#### TASK
Set down exactly the first line of the entries and every line after it, through the line with "from polebook.record.fit.judge import".
(Beginning of INPUT FOR THIS TASK)
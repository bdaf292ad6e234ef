"""A fit from its request: keys, sweep and chain, then least squares in rounds, and what they are worth.

Gain and phase count by what each is off in the end, found in rounds (feasible generalized least squares). Keys that
end at a bound are held there, those that the sweep does not feel where the file has them, and the others are fitted
again.
"""

from __future__ import annotations

import os
from collections.abc import Mapping
from dataclasses import dataclass
from typing import Any

import numpy as np

from polebook.book.ledger import ledger
from polebook.book.reach import within_reach
from polebook.chain.edits import content
from polebook.chain.model import Bench, Chain
from polebook.chain.paths import locate
from polebook.chain.read import known_reading
from polebook.chain.said import raw_text, said
from polebook.chain.suggest import listed
from polebook.circuit.build import circuit
from polebook.plan.proposal import propose
from polebook.plan.spread.alone import with_numbers
from polebook.problem import Place, Problem, ProblemsFound
from polebook.record.bench import Overlay, measured, overlay, there
from polebook.record.compared import off
from polebook.record.fit.judge import neighbours, waves
from polebook.record.fit.keys import LEAST, Key, free, scaled
from polebook.record.fit.model import Model, Watch, felt
from polebook.record.fit.result import Far, Result, Together
from polebook.record.fit.work import Work
from polebook.record.sweeps.sweep import Array, Sweep
from polebook.record.transfer import transfer
from polebook.solve.edges import DECIBEL
from polebook.text.spans import scan

OFFSET = "the offset of the gain"
_SAME = 1e-6  # neper by which a part that is next to nothing may move the response


@dataclass(frozen=True, slots=True)
class Request:
    """bench  its number, None for the only one that has a sweep;  free  paths, () for all strays

    offset  whether the measured gain may be off by as many dB at all frequencies, which the fit then finds
    """

    text: str
    file: str
    bench: int | None = None
    free: tuple[str, ...] = ()
    offset: bool = False


def fit(request: Request, watch: Watch = lambda looks, rms_db: None) -> Result:
    """The fit; raises ProblemsFound where it can't be made, and Called where `watch` does."""
    reading = known_reading(request.text, request.file)
    if reading.chain is None:
        raise ProblemsFound(reading.problems, request.text)
    chain, data = reading.chain, content(reading, request.text)
    bench = chosen(chain, request.bench)
    found = overlay(chain, bench, os.path.dirname(request.file))
    if found.sweep is None:
        raise ProblemsFound(found.problems, found.text)
    keys = free(chain, data, request.free, found.sweep.reference_ohm is not None)
    with within_reach(chain):
        return _fit(request, chain, bench, found, found.sweep, keys, _texts(request.text, data, keys), watch)


def chosen(chain: Chain, number: int | None) -> Bench:
    """The bench of that number, or the only one with a sweep. Raises ProblemsFound."""
    there(chain)
    have = [bench for bench in chain.benches if bench.file]
    if number is None and len(have) == 1:
        return have[0]
    told = f"bench{'es' * (len(have) != 1)} {listed(str(bench.number) for bench in have)}" if have else "no bench"
    if number is None:
        what = "it is not said which sweep to fit to" if have else "no bench has a sweep"
        raise ProblemsFound([Problem(Place(chain.path), what, f"a fit is to the sweep of one bench, and {told} of the "
                                     f"file {'have' if len(have) > 1 else 'has'} one",
                                     f"say which: --bench {have[0].number}" if have else
                                     'give a bench its sweep: file = "sweep.csv"')])
    bench = next((one for one in chain.benches if one.number == number), None)
    if bench is None or not bench.file:
        what = f"there is no bench {number}" if bench is None else f"bench {number} has no sweep"
        place = Place(chain.path) if bench is None else chain.places.get(f"bench.{number}")
        raise ProblemsFound([Problem(place, what, f"{told} of the file {'have' if len(have) > 1 else 'has'} one",
                                     f"name that one: --bench {have[0].number}" if have else
                                     'give it one: file = "sweep.csv"')])
    return bench


def _texts(text: str, data: Mapping[str, Any], keys: tuple[Key, ...]) -> dict[str, str]:
    """What the file has at each key, "" for nothing."""
    spans = scan(text)
    return {key.path: raw_text(data, spans, locate(key.path, data).path) for key in keys}


def _fit(request: Request, chain: Chain, bench: Bench, found: Overlay, sweep: Sweep, keys: tuple[Key, ...],
         texts: Mapping[str, str], watch: Watch) -> Result:
    filed = measured(chain, bench, sweep.reference_ohm)
    before = _as_filed(filed, sweep)
    _enough(sweep, len(keys) + request.offset)
    for key in keys:
        _absent(filed, key, sweep)
    model = Model(filed, keys, sweep, request.offset, watch)
    keys = tuple(scaled(key, size) for key, size in zip(keys, felt(model, keys), strict=True))
    work = Work(Model(filed, keys, sweep, request.offset, watch))
    work.run()
    fitted, values = work.fitted(chain, texts)
    gain, phase = work.model.off(work.proposed(values, False))
    alike = neighbours(gain), neighbours(phase) if phase.size else None
    names = [*(key.path for key in keys), OFFSET]
    return Result(
        bench, sweep, found.apart, "chosen" if request.free else "strays", fitted, work.offset(), before,
        _far(sweep, gain, phase), _far(sweep, *work.model.off(work.proposed(values, True))),
        tuple(Together(tuple(names[at] for at in group.members), tuple(names[at] for at in group.beside), group.hold)
              for group in work.together()),
        tuple((names[a], names[b], r) for a, b, r in work.pairs()), alike,
        waves(alike[0], gain.size) or (alike[1] is not None and waves(alike[1], phase.size)),
        work.model.looks, work.converged, propose(request.text, request.file, values, "values as fitted"))


def _as_filed(filed: Chain, sweep: Sweep) -> Far:
    """How far the chain as it is filed is off. Raises ProblemsFound where that is no question."""
    of = ledger(filed)
    if not of.judged:
        raise ProblemsFound([Problem(
            filed.places.get("source"), "the chain as filed is not stable", "a chain that oscillates has no response "
            "that could be compared with a sweep", "mend that first: polebook show tells what is to blame")])
    planned = transfer(of.solution.circuit, sweep.hz)
    if not np.isfinite(planned).all():
        at = float(sweep.hz[~np.isfinite(planned)][0])
        raise ProblemsFound([Problem(
            Place(sweep.path), f"the chain as filed passes nothing at {at:.6g} Hz",
            "the logarithm of its response has no value there", "leave that frequency out of the sweep")])
    gain = sweep.gain_db / DECIBEL - planned.real
    phase = np.zeros(0) if sweep.degrees is None else np.radians(sweep.degrees) - planned.imag
    return _far(sweep, gain, phase)


def _far(sweep: Sweep, gain: Array, phase: Array) -> Far:
    """From neper and radians."""
    turned = (np.degrees(phase) + 180.0) % 360.0 - 180.0
    return Far(off(sweep.hz, gain * DECIBEL), off(sweep.hz, turned) if phase.size else None)


def _enough(sweep: Sweep, unknowns: int) -> None:
    figures = sweep.hz.size * (1 if sweep.degrees is None else 2)
    if figures <= unknowns:
        raise ProblemsFound([Problem(
            Place(sweep.path), f"the sweep has {figures} figures for {unknowns} unknowns",
            "without more figures than unknowns no error can be told",
            "measure at more frequencies, or free fewer keys")])


def _absent(filed: Chain, key: Key, sweep: Sweep) -> None:
    """Raises ProblemsFound where a key that the file does not have stands for something else than 0."""
    if key.now:
        return
    least = with_numbers(filed, {key.path: LEAST * key.start})
    try:
        moves = np.abs(transfer(circuit(least), sweep.hz) - transfer(circuit(filed), sweep.hz)).max()
    except ProblemsFound:
        moves = np.inf
    if not moves < _SAME:
        raise ProblemsFound([Problem(
            filed.places.get(key.path.rpartition(".")[0]), f"{said(key.path)} is absent, and that is not the same as 0",
            "where it is absent its place is taken by what follows from other keys",
            f"give it a value to begin at: polebook set FILE {key.path} VALUE")])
(End of INPUT FOR THIS TASK)
#### EXPECTED OUTPUT
repository bdaf292ad6e234ef
"""A fit from its request: keys, sweep and chain, then least squares in rounds, and what they are worth.

Gain and phase count by what each is off in the end, found in rounds (feasible generalized least squares). Keys that
end at a bound are held there, those that the sweep does not feel where the file has them, and the others are fitted
again.
"""

from __future__ import annotations

import os
from collections.abc import Mapping
from dataclasses import dataclass
from typing import Any

import numpy as np

from polebook.book.ledger import ledger
from polebook.book.reach import within_reach
from polebook.chain.edits import content
from polebook.chain.model import Bench, Chain
from polebook.chain.paths import locate
from polebook.chain.read import known_reading
from polebook.chain.said import raw_text, said
from polebook.chain.suggest import listed
from polebook.circuit.build import circuit
from polebook.plan.proposal import propose
from polebook.plan.spread.alone import with_numbers
from polebook.problem import Place, Problem, ProblemsFound
from polebook.record.bench import Overlay, measured, overlay, there
from polebook.record.compared import off
from polebook.record.fit.judge import neighbours, waves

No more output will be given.